Over the past year and a bit, I’ve been using kubeadm to build and upgrade my clusters starting with Kubernetes 1.14. I switched from the home grown scripts I’d initially created for the 1.2 installation and continued through 1.12 to kubeadm in large part due to the automatic certificate renewals done when upgrading but also due to all the changes that needed to be followed up on between versions. The upgrade from 1.9 to 1.10 required a total rebuild of the clusters due to changes in the underlying networking tools and at 1.12, the certificates had expired causing no end of problems.
Every quarter, I’d research the upgrades, write up a page on what was changing, and create a doc on the upgrade process.
Recently when the first Master Node was rebooted, it failed to start up. Researching the problem found that the second and third Master Nodes started up without a problem. A search of the differences found /etc/kubernetes had a kubelet.conf and a bootstrap.kubelet.conf file and apparently the bootstrap.kubelet.conf file was refreshing the kubelet certificate however there isn’t a bootstrap.kubelet.conf file on the first Master Node.
While certificate management is done automatically by the kubeadm upgrade process, kubelet is not part of this process. It’s a separate binary that does need the certificate but it isn’t updated by kubeadm.
Further review found that as of Kubernetes 1.17, a bug was fixed. See, the kubelet.conf file in older versions contains the certificate for access to the cluster however the developers had identified that as a bug because the certificate was being upgraded, but in a separate file in /var/lib/kubelet/pki/kubelet-client-current.pem.
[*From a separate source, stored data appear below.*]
/// At most this many records wait in memory for a failing store; older ones are let go
/// and read again from their files once the store works.
const PENDING_LIMIT: usize = 100;

/// The file at `path` now, if it is a regular file.
pub(super) fn observe(path: &Path) -> Option<Identity> {
    let m = std::fs::metadata(path).ok()?;
    m.is_file().then(|| Identity::from_metadata(path, &m))
}

fn observation(id: &Identity) -> Observation {
    Observation {
        size: id.size,
        mtime_ns: id.mtime_ns,
    }
}

pub(super) struct Shared {
    clock: Arc<dyn Clock>,
    outage: outage::Outage,
    store: Mutex<Store>,
    options: RecordOptions,
    reader: crate::reader::Reader,
    judging: Judging,
    config: Config,
}

/// Run the daemon until SIGTERM or SIGINT.
pub fn run(config: Config) -> Result<(), WatchError> {
    run_until(config, Arc::new(AtomicBool::new(false)))
}

/// Run the daemon until SIGTERM, SIGINT, or `stop` becoming true (the demo's way to end
/// it); frames in flight are finished either way.
pub fn run_until(config: Config, stop: Arc<AtomicBool>) -> Result<(), WatchError> {
    run_with_clock(config, stop, Arc::new(SystemClock))
}

/// As [`run_until`], telling the time by `clock`.
pub fn run_with_clock(
    config: Config,
    stop: Arc<AtomicBool>,
    clock: Arc<dyn Clock>,
) -> Result<(), WatchError> {
    let workers = if config.watch.workers == 0 {
        std::thread::available_parallelism().map_or(2, |n| n.get())
    } else {
        config.watch.workers
    };
    // Past a file-size limit a write fails (and is retried) instead of ending the daemon.
    crate::os::prepare_daemon_process();
    let runtime = tokio::runtime::Builder::new_multi_thread()
        .worker_threads(1)
        .max_blocking_threads(workers.max(1) + 2)
        .enable_all()
        .build()
        .map_err(WatchError::Runtime)?;
    runtime.block_on(daemon(config, workers, stop, clock))
}
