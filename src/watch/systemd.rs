//! Telling systemd about the daemon's state (Type=notify), when it is listening.

/// Tell systemd (Type=notify) about our state, when it is listening.
pub(super) fn sd_notify(state: &str) {
    let Some(socket) = std::env::var_os("NOTIFY_SOCKET") else {
        return;
    };
    let Ok(sock) = std::os::unix::net::UnixDatagram::unbound() else {
        return;
    };
    let name = socket.to_string_lossy().into_owned();
    let sent = if let Some(abstract_name) = name.strip_prefix('@') {
        #[cfg(target_os = "linux")]
        {
            use std::os::linux::net::SocketAddrExt;
            std::os::unix::net::SocketAddr::from_abstract_name(abstract_name.as_bytes())
                .and_then(|addr| sock.send_to_addr(state.as_bytes(), &addr))
        }
        #[cfg(not(target_os = "linux"))]
        {
            let _ = abstract_name;
            Ok(0)
        }
    } else {
        sock.send_to(state.as_bytes(), &name)
    };
    if let Err(e) = sent {
        tracing::debug!("sd_notify {state}: {e}");
    }
}
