impl Store {
    /// Open (creating if needed) and migrate an SQLite store.
    pub fn open(path: &Path) -> Result<Self, StoreError> {
        Self::connect(&Location::File(path.to_path_buf()))
    }

    /// Open (creating the schema if needed) and migrate the store at `location`.
    pub fn connect(location: &Location) -> Result<Self, StoreError> {
        let mut store = Store {
            conn: connect::open(location)?,
            place: location.to_string(),
            rig: String::new(),
            site: false,
        };
        store.migrate()?;
        Ok(store)
    }

    /// Open the store of a named rig (`[rig] name`; '' for an unnamed one). Rows an
    /// unnamed rig recorded become the named rig's, so naming a rig later records nothing
    /// twice.
    pub fn open_for_rig(path: &Path, rig: &str) -> Result<Self, StoreError> {
        Self::connect_for_rig(&Location::File(path.to_path_buf()), rig)
    }

    /// The configured store, as the configured rig's.
    pub fn open_configured(cfg: &crate::config::Config) -> Result<Self, StoreError> {
        Self::connect_for_rig(&Location::from_config(&cfg.store), &cfg.rig.name)
    }

    /// [`Store::open_for_rig`] at any location.
    pub fn connect_for_rig(location: &Location, rig: &str) -> Result<Self, StoreError> {
        let mut store = Store::connect(location)?;
        if !rig.is_empty() {
            store.adopt_unnamed(rig)?;
            store.rig = rig.to_string();
        }
        Ok(store)
    }

    /// Rows recorded before the rig had a name become its own; a path the rig recorded
    /// under its name already keeps that record. Where several rigs share one store
    /// only a store that held no named rig's rows adopts them (whose they were is not
    /// known otherwise).
    fn adopt_unnamed(&self, rig: &str) -> Result<(), StoreError> {
        self.conn
            .transaction(|| {
                let others = self
                    .conn
                    .query_one(
                        "SELECT COUNT(*) FROM frames WHERE rig != '' AND rig != ?1",
                        values![rig],
                    )?
                    .get::<i64>(0)?;
                if others > 0 {
                    return Ok(());
                }
                self.conn.execute(
                    "DELETE FROM frames WHERE rig = '' AND path IN
                        (SELECT path FROM frames WHERE rig = ?1)",
                    values![rig],
                )?;
                self.conn
                    .execute("UPDATE frames SET rig = ?1 WHERE rig = ''", values![rig])?;
                self.conn.execute(
                    "UPDATE reading SET rig = ?1 WHERE rig = '' AND path NOT IN
                        (SELECT path FROM reading WHERE rig = ?1)",
                    values![rig],
                )?;
                self.conn
                    .execute("DELETE FROM reading WHERE rig = ''", &[])?;
                // A catalogue the rig kept under its name already stays.
                for table in ["catalog_nights", "catalog"] {
                    self.conn.execute(
                        &format!(
                            "DELETE FROM {table} WHERE rig = '' AND EXISTS (
                                SELECT 1 FROM catalog_nights n WHERE n.rig = ?1
                                  AND n.target = {table}.target AND n.filter = {table}.filter
                                  AND n.night = {table}.night)"
                        ),
                        values![rig],
                    )?;
                }
                // As are the limits of a night the rig judged under its name already.
                self.conn.execute(
                    "DELETE FROM night_limits WHERE rig = '' AND night IN
                        (SELECT night FROM night_limits WHERE rig = ?1)",
                    values![rig],
                )?;
                for table in [
                    "alerts",
                    "outbox",
                    "catalog_nights",
                    "catalog",
                    "night_limits",
                ] {
                    self.conn.execute(
                        &format!("UPDATE {table} SET rig = ?1 WHERE rig = ''"),
                        values![rig],
                    )?;
                }
                // The unnamed rig's small facts (alerts and summaries already sent).
                self.conn.execute(
                    "UPDATE meta SET key = ?1 || key
                     WHERE key NOT LIKE 'rig %' AND key NOT LIKE 'daemon of rig %'
                       AND key NOT LIKE 'site %' AND ?1 || key NOT IN (SELECT key FROM meta)",
                    values![format!("rig {rig}: ")],
                )?;
                Ok::<_, DbError>(())
            })
            .map_err(|e| self.err(e))
    }

    /// Reads from here on cover every rig of the store (a site's night), not only this
    /// handle's rig.
    pub fn whole_site(mut self) -> Self {
        self.site = true;
        self
    }

    /// Reads from here on cover this handle's rig alone again.
    pub fn own_rig(mut self) -> Self {
        self.site = false;
        self
    }

    /// Run `f` with this handle reading and writing as `rig`'s (a site's summary judges
    /// each rig's night in turn); the handle is its own rig's again after.
    pub fn as_rig<T>(&mut self, rig: &str, f: impl FnOnce(&mut Store) -> T) -> T {
        let own = std::mem::replace(&mut self.rig, rig.to_string());
        let site = std::mem::replace(&mut self.site, false);
        let out = f(self);
        self.rig = own;
        self.site = site;
        out
    }

    /// The rigs that recorded frames of `night`, in name order ('' for an unnamed one).
    pub fn night_rigs(&self, night: &str) -> Result<Vec<String>, StoreError> {
        self.rows(
            "SELECT DISTINCT rig FROM frames WHERE night = ?1 ORDER BY rig",
            values![night],
        )?
        .iter()
        .map(|r| r.get(0))
        .collect::<Result<_, _>>()
        .map_err(|e| self.err(e))
    }

    /// Take the site-wide lease `key` (one daemon of a site does a job: the site's
    /// morning summary) for `holder` until `now + seconds`. Taken when nobody holds it,
    /// or when its holder's time ran out without it being done (that daemon died); never
    /// when it is done. Atomic on both back ends: an insert that does nothing on a
    /// conflict, and a compare-and-set of the expired value. Returns the lease (what
    /// finishing or giving it back names), or `None` when another holds it or it is done.
    pub fn take_lease(
        &self,
        key: &str,
        holder: &str,
        now: f64,
        seconds: f64,
    ) -> Result<Option<String>, StoreError> {
        let key = format!("site {key}");
        let held = serde_json::json!({"held_by": holder, "until": now + seconds}).to_string();
        let inserted = self
            .conn
            .execute(
                "INSERT INTO meta (key, value) VALUES (?1, ?2) ON CONFLICT (key) DO NOTHING",
                values![key, held],
            )
            .map_err(|e| self.err(e))?;
        if inserted == 1 {
            return Ok(Some(held));
        }
        let Some(before) = self
            .rows("SELECT value FROM meta WHERE key = ?1", values![key])?
            .first()
            .map(|r| r.get::<String>(0))
            .transpose()
            .map_err(|e| self.err(e))?
        else {
            return Ok(None);
        };
        let parsed: serde_json::Value = serde_json::from_str(&before).unwrap_or_default();
        let expired = parsed.get("done_by").is_none()
            && parsed
                .get("until")
                .and_then(serde_json::Value::as_f64)
                .is_none_or(|until| until < now);
        if !expired {
            return Ok(None);
        }
        let swapped = self
            .conn
            .execute(
                "UPDATE meta SET value = ?3 WHERE key = ?1 AND value = ?2",
                values![key, before, held],
            )
            .map_err(|e| self.err(e))?;
        Ok((swapped == 1).then_some(held))
    }

    /// The lease `key` done: nobody takes it again. Only while `lease` (what
    /// [`Store::take_lease`] returned) is still the one held: a holder whose time ran
    /// out and was taken over does not mark the new holder's done. Returns whether it
    /// was.
    pub fn finish_lease(
        &self,
        key: &str,
        lease: &str,
        holder: &str,
        now: f64,
    ) -> Result<bool, StoreError> {
        self.conn
            .execute(
                "UPDATE meta SET value = ?3 WHERE key = ?1 AND value = ?2",
                values![
                    format!("site {key}"),
                    lease,
                    serde_json::json!({"done_by": holder, "at": now}).to_string()
                ],
            )
            .map(|n| n == 1)
            .map_err(|e| self.err(e))
    }

    /// The lease `key` given back undone (the job failed): another may take it now. Only
    /// while `lease` is still the one held.
    pub fn release_lease(&self, key: &str, lease: &str) -> Result<(), StoreError> {
        self.run(
            "DELETE FROM meta WHERE key = ?1 AND value = ?2",
            values![format!("site {key}"), lease],
        )
    }

    /// The rig this handle records for ('' unnamed).
    pub fn rig(&self) -> &str {
        &self.rig
    }

    /// Which kind of database this store is.
    pub fn kind(&self) -> Kind {
        self.conn.kind()
    }

    /// Open an existing SQLite store to read only, as `rig`'s (the status page's own
    /// connection: WAL lets it read while the daemon writes, and it can never change a
    /// row).
    pub fn open_read_only(path: &Path, rig: &str) -> Result<Self, StoreError> {
        Ok(Store {
            conn: connect::open_sqlite_read_only(path)?,
            place: path.display().to_string(),
            rig: rig.to_string(),
            site: false,
        })
    }

    fn err(&self, source: DbError) -> StoreError {
        StoreError::Database {
            store: self.place.clone(),
            source,
        }
    }

    /// Run one statement that returns no rows.
    fn run(&self, sql: &str, values: &[db::Value]) -> Result<(), StoreError> {
        self.conn
            .execute(sql, values)
            .map(|_| ())
            .map_err(|e| self.err(e))
    }

    /// Every row of a query.
    fn rows(&self, sql: &str, values: &[db::Value]) -> Result<Vec<db::Row>, StoreError> {
        self.conn.query(sql, values).map_err(|e| self.err(e))
    }

    /// The value of a read's rig condition, written `(rig = ?N OR ?N IS NULL)`: this
    /// rig's rows, or (NULL) every rig's for a site handle.
    fn scope(&self) -> Option<&str> {
        (!self.site).then_some(self.rig.as_str())
    }

    /// Every table's columns with their kind of value ("integer", "real", "text",
    /// "bytes"), sorted: what both back ends must agree on.
    pub fn schema(&self) -> Result<Vec<(String, String, String)>, StoreError> {
        let sql = match self.conn.kind() {
            Kind::Sqlite => {
                "SELECT m.name, p.name, lower(p.type) FROM sqlite_master m, pragma_table_info(m.name) p
                 WHERE m.type = 'table' AND m.name NOT LIKE 'sqlite_%'"
            }
            Kind::Postgres => {
                "SELECT table_name::text, column_name::text, data_type::text
                 FROM information_schema.columns
                 WHERE table_schema = current_schema() AND table_name != 'schema_version'"
            }
        };
        let mut out = self
            .rows(sql, &[])?
            .iter()
            .map(|r| {
                let kind: String = r.get(2)?;
                let kind = match kind.as_str() {
                    "integer" | "bigint" => "integer",
                    "real" | "double precision" => "real",
                    "text" => "text",
                    "blob" | "bytea" => "bytes",
                    other => other,
                };
                Ok((r.get(0)?, r.get(1)?, kind.to_string()))
            })
            .collect::<Result<Vec<_>, DbError>>()
            .map_err(|e| self.err(e))?;
        out.sort();
        Ok(out)
    }

    fn migrate(&mut self) -> Result<(), StoreError> {
        schema::migrate(&self.conn, &self.place)
    }
}
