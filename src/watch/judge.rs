//! The live verdict: a frame just recorded, judged against the night so far (same
//! night, target and filter), its verdict stored and its group's list rewritten.

use std::path::PathBuf;

use crate::record::FrameStatus;
use crate::store::{Store, StoreError};

/// What the live verdict needs besides the store.
#[derive(Debug, Clone, Default)]
pub struct Judging {
    pub rules: Vec<crate::rules::RuleSpec>,
    /// Latitude, east longitude, elevation.
    pub site: Option<(f64, f64, f64)>,
    /// Where accepted-frame lists go, when that action is on.
    pub lists_folder: Option<PathBuf>,
}

/// Judge a just-recorded frame against the night so far (same target and filter), store
/// the verdict, and refresh the accepted-frames list when asked to. Later frames do not
/// change an earlier frame's verdict: what was logged stays what was decided.
pub fn judge_in_store(
    store: &Store,
    record: &crate::record::FrameRecord,
    id: i64,
    judging: &Judging,
) -> Result<Option<String>, StoreError> {
    let stars: Vec<(f64, f64, f64, f64)> = record
        .stars
        .iter()
        .map(|s| (s.x, s.y, s.flux, s.snr))
        .collect();
    let key = crate::store::GroupKey {
        night: record.night.clone(),
        target: record.target.clone(),
        filter: record.filter.clone(),
        ok: record.status == FrameStatus::Ok,
        skipped: record.status == FrameStatus::Skipped,
    };
    judge_frame(store, &key, &stars, id, judging)
}

/// Frames recorded without a verdict (the daemon was stopped between the two writes)
/// are judged at start-up.
pub fn judge_missing(store: &Store, judging: &Judging) -> Result<usize, StoreError> {
    let missing = store.frames_without_verdict()?;
    for (id, key) in &missing {
        let stars = store.frame_stars(*id)?;
        judge_frame(store, key, &stars, *id, judging)?;
    }
    Ok(missing.len())
}

fn judge_frame(
    store: &Store,
    record: &crate::store::GroupKey,
    stars: &[(f64, f64, f64, f64)],
    id: i64,
    judging: &Judging,
) -> Result<Option<String>, StoreError> {
    let site = judging.site;
    let Some(night) = record.night.as_deref() else {
        return Ok(None);
    };
    if record.skipped {
        return Ok(None);
    }
    let mut group =
        store.group_metrics(night, record.target.as_deref(), record.filter.as_deref())?;
    // Transparency against the night's reference: the frame with the most stars among
    // the first ten of the group (fixed early, so each frame costs one registration).
    let reference = group
        .iter()
        .take(10)
        .filter(|g| g.status == "ok")
        .max_by_key(|g| g.metrics.as_ref().map_or(0, |m| m.star_count))
        .map(|g| g.id);
    if let (Some(r), true) = (reference, record.ok) {
        let (loss, rms) = if r == id {
            (Some(0.0), Some(0.0))
        } else {
            match crate::night::transparency_against(&store.frame_stars(r)?, stars) {
                Some((loss, rms)) => (loss, Some(rms)),
                None => (None, None),
            }
        };
        store.set_registration(id, loss, rms)?;
        if let Some(g) = group.iter_mut().find(|g| g.id == id) {
            g.transparency_loss_mag = loss;
            g.registration_rms_px = rms;
        }
    }
    let facts: Vec<crate::rules::FrameFacts> = group
        .iter()
        .map(|g| {
            let m = g.metrics.as_ref().filter(|_| g.status == "ok");
            let mut facts =
                crate::rules::FrameFacts::from_metrics(m, g.transparency_loss_mag, None);
            facts.sun_alt_deg = site.zip(g.time_unix).map(|((lat, lon, _), t)| {
                crate::sky::sun_altitude(crate::sky::julian_date(t), lat, lon)
            });
            facts
        })
        .collect();
    let judged = crate::rules::judge_group_with(&facts, &judging.rules);
    let Some(k) = group.iter().position(|g| g.id == id) else {
        return Ok(None);
    };
    let j = &judged[k];
    let verdict = serde_json::to_value(j.verdict)
        .ok()
        .and_then(|v| v.as_str().map(String::from))
        .unwrap_or_default();
    store.set_verdict(id, &verdict, &j.reasons)?;
    if let Some(folder) = judging.lists_folder.as_deref() {
        if let Err(e) = crate::lists::rewrite(
            store,
            folder,
            night,
            record.target.as_deref(),
            record.filter.as_deref(),
        ) {
            tracing::warn!("{e}");
        }
    }
    let reasons = if j.reasons.is_empty() {
        String::new()
    } else {
        format!(" ({})", j.reasons.join(","))
    };
    Ok(Some(format!("{verdict}{reasons}")))
}
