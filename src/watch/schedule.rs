//! When the daemon's timed work is due, decided from the time given: the morning summary
//! and whether the sky is dark. Pure; the daemon supplies the clock.

use crate::config::SummaryTime;
use crate::night::judge::Site;

/// The night whose morning summary is due at `now`, if one is: at the configured local
/// time of day, or 30 minutes after astronomical dawn (Sun at −18°), and only in the
/// morning (before local noon, when the morning still belongs to the night).
pub fn summary_due(
    when: SummaryTime,
    now: f64,
    tz: chrono_tz::Tz,
    site: Option<Site>,
) -> Option<String> {
    use chrono::Timelike;
    let night = crate::sky::night_label(now, tz)?;
    let local = chrono::DateTime::from_timestamp(now as i64, 0)?.with_timezone(&tz);
    let minutes_now = local.hour() * 60 + local.minute();
    if minutes_now >= 12 * 60 {
        return None;
    }
    let due = match when {
        SummaryTime::Dawn => {
            let (lat, lon, _) = site?;
            let evening = now - 86_400.0 * 0.75;
            crate::sky::sun_crossings(evening, -18.0, lat, lon)
                .1
                .is_some_and(|dawn| now >= dawn + 1800.0)
        }
        SummaryTime::At(h, m) => minutes_now >= h * 60 + m,
    };
    due.then_some(night)
}

/// Whether the Sun is below astronomical twilight (−18°) at `now`; `None` without a site.
pub fn dark(now: f64, site: Option<Site>) -> Option<bool> {
    site.map(|(lat, lon, _)| {
        crate::sky::sun_altitude(crate::sky::julian_date(now), lat, lon) < -18.0
    })
}

#[cfg(test)]
mod tests {
    use super::*;
    use crate::frame::header::parse_iso_time;

    const SITE: Site = (39.4172, -2.0865, 1210.0);
    const MADRID: chrono_tz::Tz = chrono_tz::Europe::Madrid;

    #[test]
    fn a_summary_at_a_time_of_day_is_due_from_that_time_until_noon() {
        let at = |iso: &str| parse_iso_time(iso).unwrap();
        // 06:29 and 06:30 local on 15 March (UTC+1), and noon.
        assert_eq!(
            summary_due(
                SummaryTime::At(6, 30),
                at("2026-03-15T05:29:00"),
                MADRID,
                None
            ),
            None
        );
        assert_eq!(
            summary_due(
                SummaryTime::At(6, 30),
                at("2026-03-15T05:30:00"),
                MADRID,
                None
            )
            .as_deref(),
            Some("2026-03-14")
        );
        assert_eq!(
            summary_due(
                SummaryTime::At(6, 30),
                at("2026-03-15T11:00:00"),
                MADRID,
                None
            ),
            None
        );
    }

    #[test]
    fn a_summary_at_dawn_waits_half_an_hour_after_astronomical_dawn() {
        // Astronomical dawn at the site on 15 March 2026, by the project's own Sun
        // (which agrees with astropy within 5 s, tests/crosscheck/sky_crosscheck.py).
        let evening = parse_iso_time("2026-03-14T18:00:00").unwrap();
        let dawn = crate::sky::sun_crossings(evening, -18.0, SITE.0, SITE.1)
            .1
            .unwrap();
        assert_eq!(
            summary_due(SummaryTime::Dawn, dawn + 1799.0, MADRID, Some(SITE)),
            None
        );
        assert_eq!(
            summary_due(SummaryTime::Dawn, dawn + 1800.0, MADRID, Some(SITE)).as_deref(),
            Some("2026-03-14")
        );
        assert_eq!(
            summary_due(SummaryTime::Dawn, dawn + 1800.0, MADRID, None),
            None
        );
        assert_eq!(dark(dawn - 600.0, Some(SITE)), Some(true));
        assert_eq!(dark(dawn + 600.0, Some(SITE)), Some(false));
        assert_eq!(dark(dawn, None), None);
    }
}
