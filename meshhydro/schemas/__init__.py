"""Strict schemas of the input files (case, criteria, study), pure: dict from TOML in, typed objects out.

Entry points: :func:`read_toml`, :func:`validate_case`, :func:`validate_criteria`, :func:`validate_study`,
and :func:`check_against_case` for a criteria set used with a case. Every failure is a one-line
:class:`~meshhydro.errors.InputError` naming the file, the table and the key.
"""
from __future__ import annotations

from ._base import read_toml
from .case import (ArmSpec, CaseSpec, CompartmentSpec, ConditionSpec, ConstantArm, CosineArm, CriteriaRef,
                   HullSpec, ItemSpec, OpeningSpec, TableArm, TankSpec, WaterSpec, WeatherSpec, WindageSpec,
                   validate_case)
from .criteria import CriteriaSpec, CriterionSpec, KIND_UNITS, check_against_case, validate_criteria
from .study import AnalysisSpec, RangeSpec, StudyHead, StudySpec, validate_study

__all__ = ["read_toml", "validate_case", "validate_criteria", "validate_study", "check_against_case",
           "CaseSpec", "HullSpec", "WaterSpec", "OpeningSpec", "ConditionSpec", "ItemSpec", "TankSpec",
           "CompartmentSpec", "WindageSpec", "WeatherSpec", "ArmSpec", "ConstantArm", "CosineArm", "TableArm",
           "CriteriaRef", "CriteriaSpec", "CriterionSpec", "KIND_UNITS", "StudySpec", "StudyHead", "AnalysisSpec",
           "RangeSpec"]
But the kubelet.conf file wasn’t being upgraded to point to the updated file. It still contained the old, expired certificate.
Modifying the file to point to the current certificate took care of the problem and resolved it for future upgrades as well.
The bootstrap.kubelet.conf file was identified as a security issue and at least with 1.18.8 (what I’m currently running), it has been deleted after it was used to bootstrap the new Master Nodes into the cluster.